Despite its heavy promotion, Diana’s next album, Workin’ Overtime, was a critical and commercial failure. Subsequent follow-ups such as The Force Behind the Power(1991), Take Me Higher (1995), and Every Day Is a New Day (1999) produced similarly disappointing sales. Ross had more success overseas with the albums than she did in America. In 1994, Ross performed at the opening ceremony of the FIFA World Cup, hosted in the USA. Her performance has become a running joke in football circles due to her obvious miming and for missing the goal from close range. On January 28, 1996, Ross performed the Halftime Show at Super Bowl XXX.

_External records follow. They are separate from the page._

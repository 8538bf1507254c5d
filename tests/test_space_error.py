"""What the active space loses, against PySCF's full-space FCI and CCSD(T) run in each test (reference library)."""

from __future__ import annotations

import numpy as np
import pytest
from pyscf import cc, fci, gto, mcscf, scf

import groundkit as gk
from groundkit import sizing
from groundkit.space_error import AGAINST_CCSD_T, AGAINST_FCI
from tests.conftest import diatomic, water
from tests.outside_references import water as water_atoms


def _pyscf_water():
    mol = gto.M(atom=water_atoms(), basis="sto-3g", verbose=0)
    return scf.RHF(mol).run(conv_tol=1e-10)


def test_active_space_error_is_casci_minus_full_fci():
    mf = _pyscf_water()
    full = fci.FCI(mf).kernel()[0]  # PySCF full-space FCI
    casci = mcscf.CASCI(mf, 4, 4).kernel()[0]  # PySCF CASCI (4e, 4o), canonical orbitals
    problem = gk.build_problem(water(), gk.ActiveSpace(electrons=4, orbitals=4))
    error = problem.active_space_error
    assert error.against == AGAINST_FCI
    assert error.mha == pytest.approx(1000 * (casci - full), abs=1e-5)  # PySCF CASCI and FCI
    assert error.mha > 1.0  # the (4e, 4o) space misses several mHa of water's correlation
    assert "active-space error" in problem.summary() and "full-space FCI" in problem.summary()


def test_full_ccsd_t_stands_in_when_full_fci_is_not_affordable():
    mf = _pyscf_water()
    solver = cc.CCSD(mf).run(conv_tol=1e-9)
    expected = solver.e_tot + solver.ccsd_t()  # PySCF full-space CCSD(T)
    problem = gk.Problem(water(), gk.ActiveSpace(electrons=4, orbitals=4))  # a fresh problem: nothing cached
    assert problem.reference.energy < 0  # the active-space reference first, under the default limits
    with sizing.limits.changed(reference_seconds=1e-9):  # sizing now refuses full-space FCI
        error = problem.active_space_error
    assert error.against == AGAINST_CCSD_T and "CCSD(T) is not exact" in error.note
    assert error.full_energy == pytest.approx(expected, abs=1e-7)  # PySCF CCSD(T)


def test_a_run_does_not_compute_it_unless_asked_and_the_result_keeps_it(tmp_path):
    lih = diatomic("Li", "H", 1.5949)  # NIST CCCBDB experimental r_e (from memory)
    pipeline = lih.pipeline().active_space(gk.ActiveSpace(electrons=2, orbitals=3)).trial_state(gk.UCCSD())
    problem = gk.Problem(lih, gk.ActiveSpace(electrons=2, orbitals=3))
    result = pipeline.run()
    assert result.active_space_error is None
    assert gk.build_problem(lih, gk.ActiveSpace(electrons=2, orbitals=3)).known_active_space_error is None
    asked = result.with_active_space_error()
    mf = scf.RHF(gto.M(atom="Li 0 0 0; H 0 0 1.5949", basis="sto-3g", verbose=0)).run(conv_tol=1e-10)
    expected = mcscf.CASCI(mf, 3, 2).kernel()[0] - fci.FCI(mf).kernel()[0]  # PySCF CASCI and FCI
    assert asked.active_space_error["error_mha"] == pytest.approx(1000 * expected, abs=1e-5)
    assert "active-space error" in asked.summary()
    path = tmp_path / "lih.json"
    asked.save(str(path))
    assert gk.load_result(str(path)).active_space_error == asked.active_space_error
    del problem


def test_scans_and_comparisons_gain_the_column():
    lih = gk.Pipeline().active_space(gk.ActiveSpace(electrons=2, orbitals=3)).trial_state(gk.UCCSD())
    scan = lih.scan(lambda r: diatomic("Li", "H", r), [1.5, 1.7])
    assert "active_space_error_mha" not in scan.table.columns
    table = scan.with_active_space_error().table
    assert np.all(table["active_space_error_mha"] > 0) and set(table["active_space_against"]) == {AGAINST_FCI}
    grid = gk.compare(lih.molecule(diatomic("Li", "H", 1.5)), trial_states=["uccsd"], active_space_error=True)
    assert grid["active_space_error_mha"].iloc[0] == pytest.approx(table["active_space_error_mha"].iloc[0])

In 1999, she was named the most successful female singer in the history of the United Kingdom charts, based upon a tally of her career hits. Madonna would eventually succeed Ross as the most successful female artist in the UK.

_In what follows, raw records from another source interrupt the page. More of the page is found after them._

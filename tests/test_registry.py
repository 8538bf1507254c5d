"""The registry: a user's trial state, minimiser, mapping and estimator, each registered by name and used from a
pipeline shorthand, a TOML study file, gk.compare and the explorer; and the registration errors."""

from __future__ import annotations

from dataclasses import dataclass
from typing import Any

import numpy as np
import openfermion as of
import pytest

import groundkit as gk
from groundkit.constraints import Integer, Interval, Positive, Seed
from groundkit.minimisers import Ending, minimiser_options
from groundkit.studies.toml_file import read_study
from tests import outside_references as outside

H2 = outside.diatomic("H", "H", 0.7414)  # NIST CCCBDB experimental r_e (from memory)
pytestmark = pytest.mark.filterwarnings("ignore::groundkit.DegenerateBoundaryWarning")  # LiH (2e, 3o)


# the user's components ------------------------------------------------------------------------------------------
@dataclass(frozen=True, kw_only=True)
class LowestPairs(gk.TrialState):
    """Pair moves from every doubly occupied orbital into the lowest ``virtuals`` empty orbitals."""

    virtuals: int = 1
    constraints = {"virtuals": Integer(1)}

    def excitations(self, problem: Any) -> list:
        occupied = range(problem.n_beta)
        empty = range(problem.n_alpha, min(problem.n_orbitals, problem.n_alpha + self.virtuals))
        return [((2 * a, 2 * a + 1), (2 * i + 1, 2 * i)) for i in occupied for a in empty]


@minimiser_options
class CoordinateSweep(gk.Minimiser):
    """Try +-step along each parameter in turn; halve the step when no move lowers the energy."""

    uses_gradient = False
    step: float = 0.5
    max_iterations: int = 300
    tolerance: float = 1e-9  # radians: stop when the step falls below it
    constraints = {"step": Positive(unit="radians")}

    def search(self, session: Any, x0: np.ndarray) -> Ending:
        x, energy, step = x0.copy(), session.energy(x0), self.step
        for _ in range(self.max_iterations):
            moved = False
            for k in range(x.size):
                for sign in (1.0, -1.0):
                    trial = x.copy()
                    trial[k] += sign * step
                    value = session.energy(trial)
                    if value < energy:
                        x, energy, moved = trial, value, True
                        break
            session.record(x, energy)
            if not moved:
                step /= 2
                if step < self.tolerance:
                    return Ending(x, energy, True, f"step below tolerance {self.tolerance:g} rad")
        return Ending(x, energy, False, f"max_iterations={self.max_iterations} reached")


def fenwick_matrix(n_modes: int) -> np.ndarray:
    """Bravyi–Kitaev as a Fenwick tree: qubit j holds the parity of modes j + 1 - lowbit(j + 1) ... j
    (Havlicek, Troyer, Whitfield, Phys. Rev. A 95, 032332 (2017), from memory)."""
    matrix = np.zeros((n_modes, n_modes), dtype=np.uint8)
    for j in range(n_modes):
        matrix[j, j + 1 - ((j + 1) & -(j + 1)):j + 1] = 1
    return matrix


@dataclass(frozen=True, repr=False)
class FenwickMapping(gk.LinearMapping):
    """A user's mapping given only by its binary matrix."""

    def basis_matrix(self, n_modes: int) -> np.ndarray:
        return fenwick_matrix(n_modes)


class _Noisy(gk.Measurement):
    exact = False
    provides_gradient = False

    def __init__(self, options: GaussianNoise, objective: Any) -> None:
        self.objective, self.sigma = objective, options.sigma
        self.rng = np.random.default_rng(options.seed)

    def estimate(self, theta: np.ndarray) -> tuple[float, float]:
        return float(self.objective.energy(theta)) + self.sigma * float(self.rng.standard_normal()), self.sigma


@dataclass(frozen=True)
class GaussianNoise(gk.Estimator):
    """Exact energies plus seeded Gaussian noise of standard deviation ``sigma`` (Ha)."""

    sigma: float = 1e-4
    seed: int | None = None
    exact = False
    constraints = {"sigma": Interval(float, 0.0, None, unit="Hartree"), "seed": Seed()}

    def measure(self, objective: Any, encoding: Any = None) -> _Noisy:
        return _Noisy(self, objective)


USER = [("trial_state", "test-lowest-pairs", LowestPairs, "lowest pair moves"),
        ("minimiser", "test-sweep", CoordinateSweep, "coordinate sweep"),
        ("mapping", "test-fenwick", FenwickMapping, "Fenwick tree"),
        ("estimator", "test-noise", GaussianNoise, "Gaussian noise")]


@pytest.fixture(scope="module", autouse=True)
def registered():
    for role, name, cls, label in USER:
        gk.register(role, name, label=label)(cls)
    yield
    for role, name, _, _ in USER:
        gk.unregister(role, name)


@pytest.fixture(scope="module")
def h2() -> gk.Pipeline:
    return gk.Pipeline(gk.MoleculeSpec(symbols=("H", "H"), coordinates=((0, 0, 0), (0, 0, 0.7414))))


# shorthands -----------------------------------------------------------------------------------------------------
def test_user_components_by_name_in_a_pipeline(h2):
    p = h2.trial_state("test-lowest-pairs").minimiser("test-sweep", step=0.25).mapping("test-fenwick")
    assert p.components["trial_state"] == LowestPairs()
    assert p.components["minimiser"] == CoordinateSweep(step=0.25)
    assert p.components["mapping"] == FenwickMapping() and p.components["mapping"].name == "test-fenwick"
    assert gk.QubitMapping("test-fenwick", taper=True) == FenwickMapping(taper=True)
    result = p.run()
    assert result.converged
    assert result.energy == pytest.approx(outside.pyscf_exact(H2).exact, abs=1e-9)  # PySCF FCI (reference library)
    noisy = h2.trial_state("test-lowest-pairs").estimator("test-noise", sigma=1e-4, seed=5).minimiser("cobyla").run()
    assert noisy.standard_error == 1e-4
    assert abs(noisy.energy - noisy.exact_energy) < 5e-4  # one fresh estimate: within five standard deviations


def test_user_options_are_checked_by_the_same_mechanism(h2):
    with pytest.raises(gk.ComponentError, match=r"CoordinateSweep\(step=-1\): step must be a finite number > 0 "
                                                r"\(radians\)"):
        h2.minimiser("test-sweep", step=-1)
    with pytest.raises(gk.ComponentError, match=r"LowestPairs has no option 'virtual' \(did you mean 'virtuals'\?\)"
                                                r"; accepted options: virtuals"):
        LowestPairs(virtual=2)
    with pytest.raises(gk.ComponentError, match="has no option 'sigmma'.*accepted options: sigma, seed"):
        h2.estimator("test-noise", sigmma=1.0)
    with pytest.raises(gk.ComponentError, match=r"GaussianNoise\(seed=-3\): seed must be None or an integer >= 0"):
        GaussianNoise(seed=-3)


def test_a_binary_matrix_mapping_equal_to_bravyi_kitaev_gives_openfermions_hamiltonian(h2):
    assert np.array_equal(fenwick_matrix(12), of.bravyi_kitaev_code(12).encoder.toarray())  # OpenFermion
    hamiltonian = h2.mapping("test-fenwick").qubit_hamiltonian()
    expected = of.bravyi_kitaev(of.get_fermion_operator(outside.openfermion_interaction(H2)), n_qubits=4)
    expected.compress(1e-12)
    assert set(hamiltonian.terms) == set(expected.terms)
    for term, coefficient in expected.terms.items():  # OpenFermion's bravyi_kitaev on PySCF integrals
        assert hamiltonian.terms[term] == pytest.approx(coefficient.real, abs=1e-10)


def test_a_binary_matrix_mapping_tapers_and_compiles(lih_small):
    fenwick = lih_small.mapping("test-fenwick", taper=True)
    builtin = lih_small.mapping("bravyi-kitaev", taper=True)
    n = fenwick.encoding().n_qubits
    assert n == builtin.encoding().n_qubits < 6  # internal consistency: the same symmetries are found
    lowest = np.linalg.eigvalsh(of.get_sparse_operator(fenwick.qubit_hamiltonian(), n_qubits=n).toarray())[0]
    exact = outside.pyscf_exact(outside.diatomic("Li", "H", 1.5949), active=(2, 3)).exact
    assert lowest == pytest.approx(exact, abs=1e-9)  # PySCF CASCI(2,3) (reference library)
    theta = np.linspace(0.05, 0.3, fenwick.objective().n_parameters)
    from cirq import Simulator

    state = Simulator(dtype=np.complex128).simulate(fenwick.circuit(theta).circuit).final_state_vector
    energy = float(np.real(np.vdot(state, of.get_sparse_operator(fenwick.qubit_hamiltonian(), n) @ state)))
    assert energy == pytest.approx(fenwick.objective().energy(theta), abs=1e-9)  # Cirq vs the engine: two routes


@pytest.fixture(scope="module")
def lih_small() -> gk.Pipeline:
    lih = gk.MoleculeSpec(symbols=("Li", "H"), coordinates=((0, 0, 0), (0, 0, 1.5949)))  # NIST CCCBDB r_e
    return gk.Pipeline(lih).active_space(electrons=2, orbitals=3)


# TOML, compare, explorer --------------------------------------------------------------------------------------
def test_user_components_from_a_study_file(tmp_path):
    path = tmp_path / "mine.toml"
    path.write_text(
        '[molecule]\nsymbols = ["H", "H"]\ncoordinates = [[0, 0, 0], [0, 0, 0.7414]]\n'
        '[components]\ntrial_state = {name = "test-lowest-pairs", virtuals = 2}\nmapping = "test-fenwick"\n'
        'minimiser = {name = "test-sweep", step = 0.25}\nestimator = {name = "test-noise", sigma = 0.001, seed = 2}\n',
        encoding="utf-8")
    chosen = read_study(path).pipeline.components
    assert chosen["trial_state"] == LowestPairs(virtuals=2) and chosen["mapping"] == FenwickMapping()
    assert chosen["minimiser"] == CoordinateSweep(step=0.25)
    assert chosen["estimator"] == GaussianNoise(sigma=1e-3, seed=2)
    path.write_text(path.read_text().replace("step = 0.25", "stepp = 0.25"), encoding="utf-8")
    with pytest.raises(gk.StudyFileError, match=r"components.minimiser \(line 7\).*no option 'stepp'.*'step'"):
        read_study(path)


def test_user_components_in_a_comparison(h2):
    table = gk.compare(h2, trial_states=["test-lowest-pairs", "uccsd"], minimisers=["test-sweep", "bfgs"],
                       mappings=["test-fenwick"])
    assert len(table) == 4 and table["failure"].isna().all() and table["converged"].all()
    exact = outside.pyscf_exact(H2).exact
    assert np.allclose(table["energy"], exact, atol=1e-8)  # PySCF FCI (reference library)
    assert set(table["minimiser"]) == {"CoordinateSweep()", "BFGS()"}


def test_user_components_in_the_explorer(h2):
    explorer = gk.explore(h2)
    assert dict(explorer.mapping.options)["Fenwick tree"] == "test-fenwick"
    assert dict(explorer.estimator.options)["Gaussian noise"] == "test-noise"
    explorer.mapping.value = "test-fenwick"
    explorer.trial_state.value = dict(explorer.trial_state.options)["lowest pair moves"]
    explorer.minimiser.value = dict(explorer.minimiser.options)["coordinate sweep"]
    explorer.run_button.click()
    assert len(explorer.rows) == 1, explorer.message.value
    row = explorer.rows[0]
    assert row["trial_state"] == "lowest pair moves" and row["minimiser"] == "coordinate sweep"
    assert row["mapping"] == "test-fenwick"
    assert row["energy"] == pytest.approx(outside.pyscf_exact(H2).exact, abs=1e-9)  # PySCF FCI (reference library)
    explorer.estimator.value = "test-noise"
    explorer.seed.value = 4
    assert explorer.configured().components["estimator"] == GaussianNoise(seed=4)  # seed applies; shots does not


def test_a_saved_result_of_user_components_rebuilds_its_pipeline(h2, tmp_path):
    result = h2.trial_state("test-lowest-pairs").mapping("test-fenwick", taper=True).minimiser("test-sweep").run()
    result.save(tmp_path / "mine.json")
    rebuilt = gk.load_result(tmp_path / "mine.json").pipeline()
    assert rebuilt.resolved_components() == h2.trial_state("test-lowest-pairs").mapping(
        "test-fenwick", taper=True).minimiser("test-sweep").resolved_components()
    assert abs(rebuilt.run().energy - result.energy) < 1e-10


# registration ---------------------------------------------------------------------------------------------------
def test_lookups_ignore_case_and_separators_and_suggest():
    assert gk.registry.lookup("trial_state", "Test_Lowest Pairs") is LowestPairs
    assert gk.registry.lookup("trial_state", "LowestPairs") is LowestPairs  # the class name is a name too
    with pytest.raises(gk.ComponentError, match=r"unknown trial state 'test-lowest-pair' \(did you mean "
                                                r"'test-lowest-pairs'\?\); accepted names: .*uccsd"):
        gk.Pipeline().trial_state("test-lowest-pair")
    assert "test-lowest-pairs" in gk.registry.names("trial_state")


def test_registration_errors():
    @dataclass(frozen=True)
    class Other(gk.TrialState):
        def excitations(self, problem):
            return []

    with pytest.raises(gk.ComponentError, match="name 'uccsd' is taken by groundkit.trial_states.uccsd.UCCSD"):
        gk.register("trial_state", "uccsd")(Other)
    with pytest.raises(gk.ComponentError, match="name 'hf' is taken"):  # aliases are names too
        gk.register("trial_state", "mine", aliases=("hf",))(Other)
    with pytest.raises(gk.ComponentError, match="not a minimiser class.*it is a trial state: register it under "
                                                "'trial_state'"):
        gk.register("minimiser", "other")(Other)
    with pytest.raises(gk.ComponentError, match="not a component class"):
        gk.register("trial_state", "plain")(type("Plain", (), {}))
    with pytest.raises(gk.ComponentError, match="unknown role 'trialstate'; accepted roles: active_space, mapping"):
        gk.register("trialstate", "other")
    with pytest.raises(gk.ComponentError, match="already registered as trial_state 'test-lowest-pairs'"):
        gk.register("trial_state", "second-name")(LowestPairs)
    assert gk.registry.entry_of(Other) is None


def test_running_a_registration_again_replaces_the_class():
    """A notebook cell that defines and registers a class, run twice, registers the new definition."""
    made = []
    for _ in range(2):
        @gk.register("trial_state", "test-redefined")
        @dataclass(frozen=True)
        class Redefined(gk.TrialState):
            def excitations(self, problem):
                return []

        made.append(Redefined)
    try:
        assert gk.registry.lookup("trial_state", "test-redefined") is made[1]
    finally:
        gk.unregister("trial_state", "test-redefined")


def test_an_unregistered_component_runs_but_cannot_be_rebuilt(h2, tmp_path):
    @dataclass(frozen=True)
    class Unnamed(LowestPairs):
        pass

    result = h2.trial_state(Unnamed()).run()
    assert result.provenance["components"]["trial_state"] is None
    assert "Unnamed is not registered" in result.provenance["component_notes"]["trial_state"]
    result.save(tmp_path / "unnamed.json")
    with pytest.raises(gk.ResultFileError, match="trial state was not recorded.*Unnamed is not registered"):
        gk.load_result(tmp_path / "unnamed.json").pipeline()


def test_two_classes_of_one_class_name_from_different_places_can_both_register():
    @dataclass(frozen=True, kw_only=True)
    class LowestPairs(gk.TrialState):  # the same class name as the module's registered LowestPairs
        def excitations(self, problem):
            return []

    gk.register("trial_state", "test-other-pairs")(LowestPairs)
    try:
        assert gk.registry.lookup("trial_state", "test-other-pairs") is LowestPairs
        assert gk.registry.lookup("trial_state", "LowestPairs") is globals()["LowestPairs"]  # the first keeps it
    finally:
        gk.unregister("trial_state", "test-other-pairs")
    assert gk.registry.lookup("trial_state", "LowestPairs") is globals()["LowestPairs"]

In 2004, after spending several years away from the spotlight and after a stint in jail for committing a DUI, Ross returned to live touring, first in Europe and then in the United States all within the same year. In 2005, she participated in Rod Stewart‘s Thanks for the Memory: The Great American Songbook, Volume IV recording a duet version of the Gershwin standard, “I’ve Got a Crush on You“. The song was released as promotion for the album and later reached number 19 on the Billboard’s Hot Adult Contemporary chart, marking her first Billboard chart entry since 2000. Ross was featured in another hit duet, this time with Westlife, on a cover of Ross’ 1991 hit, “When You Tell Me You Love Me”, which repeated the same chart success of the original just fourteen years before.
In June 2006, Universal released Ross’ shelved 1972 Blue album. It peaked at #2 on Billboard’s jazz albums chart. Later in 2006, Ross released her first studio album in seven years with I Love You. It would be released on EMI/Manhattan Records in the United States in January 2007. EMI Inside later reported the album had sold more than 622,000 copies worldwide. Ross later ventured on a world tour to promote I Love You which garnered rave reviews. In 2007, she was honored twice, first with the Lifetime Achievement Award at the BET Awards and later was one of the honorees at the Kennedy Center Honors.
In 2010, Ross embarked on her first headlining tour in three years titled the More Today Than Yesterday: The Greatest Hits Tour. She dedicated the entire concert tour to her late friend, Michael Jackson, who died in June 2009. Ross has garnered critical success as well as commercial success from the now two-year tour. In February 2012, Diana Ross received her first ever Grammy Award, for Lifetime Achievement, and announced the nominees for the Album of the Year. In May, a DVD of Ross’ Central Park concert performances, “For One & For All”, was released and featured commentary from Steve Binder, who directed the special.